Rank pages by importance: a page is important if important pages link to it.

PR(p) = (1-d)/N + d * sum(PR(q)/outlinks(q)) for all q linking to p

Frequently asked questions

Is PageRank like trusting the kid whose notes everyone borrows?

That is a lovely fit. The student whose notes the whole class borrows is trusted because everyone vouches for them - and a vouch from another well-trusted student counts for more. PageRank scores web pages the same way: a page is important if important pages link to it. Importance flows through the links and is computed by iterating until it settles, so being endorsed by already-respected pages lifts you more than many endorsements from obscure ones.

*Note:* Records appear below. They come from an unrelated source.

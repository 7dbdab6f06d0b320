import { useQuery } from '@tanstack/react-query';
import { UnknownAddress } from '../components/layout/unknown-address.tsx';
import { Answer } from '../components/ui/answer.tsx';
import { calibrationDetail } from '../features/calibrations/api.ts';
import { Bench } from '../features/calibrations/bench/bench.tsx';
import { RecordActions } from '../features/calibrations/record/record-actions.tsx';
import { RecordView } from '../features/calibrations/record/record-view.tsx';
import { useSession } from '../features/sessions/session-context.ts';
import { paths } from '../paths.ts';
import { useZoneOf } from './calibration-parts.ts';
import { useIdParam } from './use-id-param.ts';

/** The bench while a run is its performer's; the record for everybody else and afterwards. */
export default function CalibrationPage() {
  const id = useIdParam('id');
  const { user } = useSession();
  const zoneOf = useZoneOf();
  const query = useQuery({ ...calibrationDetail(id ?? 0, user.id), enabled: id !== null });
  const unknown = <UnknownAddress home={paths.calibrations.to()} />;
  if (id === null) return unknown;
  return (
    <Answer query={query} what="the calibration" missing={unknown}>
      {(run) =>
        run.can.continue ? (
          <Bench key={run.id} calibration={run} userId={user.id} timeZone={zoneOf(run.siteId)} />
        ) : (
          <RecordView
            run={run}
            timeZone={zoneOf(run.siteId)}
            actions={<RecordActions run={run} userId={user.id} />}
          />
        )
      }
    </Answer>
  );
}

What is the core idea behind PageRank?

Importance by endorsement. A link from page A to page B is treated as A vouching for B. But not all votes count equally: a link from a highly important page is worth more than one from an obscure page. So a page is important if important pages link to it - a recursive definition. PageRank resolves this circularity by starting everyone equal and iterating: rank flows along links repeatedly until the scores stabilise, at which point each page's rank reflects the whole link structure of the web.

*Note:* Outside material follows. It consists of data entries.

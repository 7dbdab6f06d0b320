import type { QueryClient } from '@tanstack/react-query';
import { infiniteQueryOptions, queryOptions, useMutation, useQueryClient } from '@tanstack/react-query';
import type { ListOf } from '../../../../shared/contracts/common.ts';
import type {
  ChangeProbe,
  InstallProbe,
  MoveProbe,
  Probe,
  ProbeEvent,
  ProbeRow,
  ProbesQuery,
  RegisterProbe,
  RemoveProbe,
} from '../../../../shared/contracts/probes.ts';
import { http } from '../../lib/http.ts';

export type ProbeFilters = Partial<Pick<ProbesQuery, 'q' | 'siteId' | 'kind' | 'status' | 'trust' | 'sort'>>;

/** Enough for several screens; the next page is asked for before the end is reached. */
const PAGE = 100;
/** A probe with an automatic check has several events a day; most of them fold into one line. */
const EVENTS = 200;

export const probesList = (filters: ProbeFilters) =>
  infiniteQueryOptions({
    queryKey: ['probes', 'list', filters] as const,
    queryFn: ({ signal, pageParam }) =>
      http.get<ListOf<ProbeRow>>('/api/probes', {
        query: { ...filters, limit: PAGE, cursor: pageParam },
        signal,
      }),
    initialPageParam: null as string | null,
    getNextPageParam: (page) => page.nextCursor,
  });

export const probeDetail = (id: number) =>
  queryOptions({
    queryKey: ['probes', 'detail', id] as const,
    queryFn: ({ signal }) => http.get<Probe>(`/api/probes/${id}`, { signal }),
    // Trust also changes by mere passing of time.
    refetchInterval: 30_000,
  });

export const probeEvents = (id: number) =>
  infiniteQueryOptions({
    queryKey: ['probes', 'detail', id, 'events', {}] as const,
    queryFn: ({ signal, pageParam }) =>
      http.get<ListOf<ProbeEvent>>(`/api/probes/${id}/events`, {
        query: { limit: EVENTS, cursor: pageParam },
        signal,
      }),
    initialPageParam: null as string | null,
    getNextPageParam: (page) => page.nextCursor,
  });

/** A move of a probe also changes points and the live board. */
function refresh(queryClient: QueryClient) {
  return (probe: Probe) => {
    queryClient.setQueryData(probeDetail(probe.id).queryKey, probe);
    return Promise.all(
      ['probes', 'points', 'readings', 'devices', 'sites'].map((slice) =>
        queryClient.invalidateQueries({ queryKey: [slice] }),
      ),
    );
  };
}

export function useRegisterProbe() {
  const queryClient = useQueryClient();
  return useMutation({
    mutationFn: (body: RegisterProbe) => http.post<Probe>('/api/probes', body),
    onSuccess: refresh(queryClient),
  });
}

export function useChangeProbe(id: number) {
  const queryClient = useQueryClient();
  return useMutation({
    mutationFn: (body: ChangeProbe) => http.patch<Probe>(`/api/probes/${id}`, body),
    onSuccess: refresh(queryClient),
  });
}

interface Placements {
  install: InstallProbe;
  move: MoveProbe;
  remove: RemoveProbe;
  retire: { reason: string; version: number };
}

/** What changes where a probe stands: install, move, remove, retire. */
export function usePlaceProbe<Step extends keyof Placements>(id: number, step: Step) {
  const queryClient = useQueryClient();
  return useMutation({
    mutationFn: (body: Placements[Step]) => http.post<Probe>(`/api/probes/${id}/${step}`, body),
    onSuccess: refresh(queryClient),
  });
}

export function useAddNote(id: number) {
  const queryClient = useQueryClient();
  return useMutation({
    mutationFn: (text: string) => http.post<ProbeEvent>(`/api/probes/${id}/notes`, { text }),
    onSuccess: () => queryClient.invalidateQueries({ queryKey: ['probes', 'detail', id] }),
  });
}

What is the 'random surfer' model?

It is the intuition behind the formula. Imagine someone browsing by clicking random links. From any page they follow one of its outgoing links at random (with probability d, the damping factor), or occasionally get bored and jump to a completely random page (with probability 1 - d). A page's PageRank is the long-run probability that this random surfer is on it at any moment. Pages that are easy to reach - linked from many places, or from heavily-visited places - are where the surfer spends more time, so they rank higher.

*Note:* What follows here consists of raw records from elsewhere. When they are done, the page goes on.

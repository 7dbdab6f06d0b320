import { useQuery } from '@tanstack/react-query';
import { Navigate } from 'react-router-dom';
import { welcomeDetail } from '../features/sessions/api.ts';
import { FirstAdministratorForm } from '../features/sessions/components/first-administrator-form.tsx';
import { Threshold } from '../features/sessions/components/threshold.tsx';
import { paths } from '../paths.ts';

/** The first visit to an empty Saltmark: somebody becomes its administrator, once. */
export default function WelcomePage() {
  const welcome = useQuery(welcomeDetail());
  if (welcome.data && !welcome.data.needsFirstAdministrator)
    return <Navigate replace to={paths.signIn.to()} />;
  return (
    <Threshold title="Welcome">
      <FirstAdministratorForm />
    </Threshold>
  );
}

What does the damping factor d do?

It is the probability that the surfer keeps following links rather than teleporting to a random page; Google's classic value is 0.85. The teleport term (1 - d) serves two purposes: it models real browsing (people do jump to new sites), and mathematically it guarantees the iteration converges to a unique answer, even for pages with no outgoing links or isolated clusters that would otherwise trap or drain rank. Without damping, rank could pile up in dead ends or fail to settle.

Why does PageRank need to iterate instead of computing directly?

Because the definition is circular: a page's rank depends on the ranks of pages linking to it, which depend on theirs, and so on. Iteration breaks the deadlock - start everyone equal, recompute all ranks from the current estimates, and repeat. Each pass spreads importance one more link-hop through the graph, and the values converge to a stable fixed point (mathematically, the dominant eigenvector of the link matrix). For the web, this typically converges in a few dozen iterations despite billions of pages.

Is PageRank the same as what ranks search results?

It is one important signal, not the whole story. PageRank measures a page's general importance from the link graph, independent of any query. Search ranking combines it with relevance to the actual query (TF-IDF/BM25 and many other features) plus hundreds of additional signals. Historically PageRank was central to Google's advantage; today it is one of many factors in a far more complex system. The underlying idea - importance flowing through a graph - also powers citation analysis, social-influence scoring, and recommendation systems.